I juat don't know what actuators but apparently there are 4 of them, any ideas?
Ta
I juat don't know what actuators but apparently there are 4 of them, any ideas?
Ta
#23
#24
My 2012 XJ S/c 5.0 sounded that way at 38K miles, when I bought it, and still does, at 60K miles. I asked the dealer about it when they were doing CPO warranty work last fall, and they said "that is how they sound". I have heard it described as a "tinny sounding engine", and cannot say I disagree. Doesn't affect the running, an any way, though.
#25
#26
I just got a 2012 XF n/a making that exact sound on a warm restart also. It seems to pulse with the exhaust and randomly the idle seems like its gonna die almost like its cammed out. The noise is coming from the driver side lower engine area. I plan on tearin into it next weekend does anyone have any suggestions of where i should start? inspect the injectors? Spark plugs? It does seem to be a funny resonance but its too “knock/clunk” it does go away after a few minute drive and goes to normal. No check engine lights though.... im going to start with injectors and plugs, updates as i further dive into this issue will come.
#27
My car doesn’t make this knock sound so not sure, but has anyone with these knocks changed their motor mounts?

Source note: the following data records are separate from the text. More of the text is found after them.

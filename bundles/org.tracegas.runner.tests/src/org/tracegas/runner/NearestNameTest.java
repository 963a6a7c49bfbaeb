package org.tracegas.runner;

import static org.junit.jupiter.api.Assertions.assertEquals;

import java.util.List;
import java.util.Optional;

import org.junit.jupiter.api.Test;

class NearestNameTest {

    /**
     * Optimal string alignment distances worked by hand from the definition (Damerau's four edits, each
     * substring edited once): a swap of neighbours is one edit, and "ca" to "abc" is 3, not the 2 of the
     * unrestricted Damerau-Levenshtein distance (the usual textbook contrast between the two).
     */
    @Test
    void distanceCountsInsertionsDeletionsSubstitutionsAndSwaps() {
        assertEquals(0, NearestName.distance("--file", "--file"));
        assertEquals(1, NearestName.distance("--flie", "--file"));
        assertEquals(1, NearestName.distance("--fil", "--file"));
        assertEquals(3, NearestName.distance("kitten", "sitting"));
        assertEquals(3, NearestName.distance("ca", "abc"));
    }

    @Test
    void nearestNameOnlyWhenCloseEnough() {
        List<String> options = List.of("--workspace", "--as", "--project", "--file");
        assertEquals(Optional.of("--file"), NearestName.of("--flie", options));
        assertEquals(Optional.of("--workspace"), NearestName.of("--worksapce", options));
        assertEquals(Optional.empty(), NearestName.of("--colour", options));
    }
}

Also I did have a mechanic tell me my drivers side cat was tilted such that it could bump into the heat shield. He moved it slightly over, but said it was hard to do so (ie couldn’t move it much). Maybe you have the same?
Also I did have a mechanic tell me my drivers side cat was tilted such that it could bump into the heat shield. He moved it slightly over, but said it was hard to do so (ie couldn’t move it much). Maybe you have the same?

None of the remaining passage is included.